Extracted data entries:

..........

"""The threads around inference: order kept, queues bounded, errors re-raised where they belong."""

from __future__ import annotations

import threading
import time

import pytest

from redact.stages import WriteBehind, read_ahead


def test_read_ahead_keeps_order_and_bounds_the_queue():
    produced = []

    def items():
        for i in range(50):
            produced.append(i)
            yield i

    it = read_ahead(items(), depth=3)
    assert next(it) == 0
    time.sleep(0.2)  # give the producer time to run ahead as far as it may
    assert len(produced) <= 1 + 3 + 1  # consumed + queued + one blocked in put
    assert list(it) == list(range(1, 50))


def test_read_ahead_reraises_the_producer_error_after_the_good_items():
    def items():
        yield 1
        yield 2
        raise ValueError("decoder broke")

    got = []
    with pytest.raises(ValueError, match="decoder broke"):
        for x in read_ahead(items(), depth=2):
            got.append(x)
    assert got == [1, 2]


def test_read_ahead_stops_its_thread_when_the_consumer_stops():
    before = threading.active_count()
    it = read_ahead(iter(range(10_000)), depth=2)
    next(it)
    it.close()
    assert threading.active_count() == before


def test_write_behind_calls_in_order_and_reraises():
    seen = []
    with WriteBehind(lambda x: seen.append(x), depth=2) as w:
        for i in range(20):
            w.submit(i)
    assert seen == list(range(20))

    def sink(x):
        if x == 3:
            raise OSError("disk full")

    w = WriteBehind(sink, depth=2)
    with pytest.raises(OSError, match="disk full"):
        for i in range(100):
            w.submit(i)
            time.sleep(0.001)
        w.close()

..........

_WHAT THE TASK REQUIRES_
Exactly as they stand, write out all of the entries.

_WRITTEN ANSWER_
"""The threads around inference: order kept, queues bounded, errors re-raised where they belong."""

from __future__ import annotations

import threading
import time

import pytest

from redact.stages import WriteBehind, read_ahead


def test_read_ahead_keeps_order_and_bounds_the_queue():
    produced = []

    def items():
        for i in range(50):
            produced.append(i)
            yield i

    it = read_ahead(items(), depth=3)
    assert next(it) == 0
    time.sleep(0.2)  # give the producer time to run ahead as far as it may
    assert len(produced) <= 1 + 3 + 1  # consumed + queued + one blocked in put
    assert list(it) == list(range(1, 50))


def test_read_ahead_reraises_the_producer_error_after_the_good_items():
    def items():
        yield 1
        yield 2
        raise ValueError("decoder broke")

    got = []
    with pytest.raises(ValueError, match="decoder broke"):
        for x in read_ahead(items(), depth=2):
            got.append(x)
    assert got == [1, 2]


def test_read_ahead_stops_its_thread_when_the_consumer_stops():
    before = threading.active_count()
    it = read_ahead(iter(range(10_000)), depth=2)
    next(it)
    it.close()
    assert threading.active_count() == before


def test_write_behind_calls_in_order_and_reraises():
    seen = []
    with WriteBehind(lambda x: seen.append(x), depth=2) as w:
        for i in range(20):
            w.submit(i)
    assert seen == list(range(20))

    def sink(x):
        if x == 3:
            raise OSError("disk full")

    w = WriteBehind(sink, depth=2)
    with pytest.raises(OSError, match="disk full"):
        for i in range(100):
            w.submit(i)
            time.sleep(0.001)
        w.close()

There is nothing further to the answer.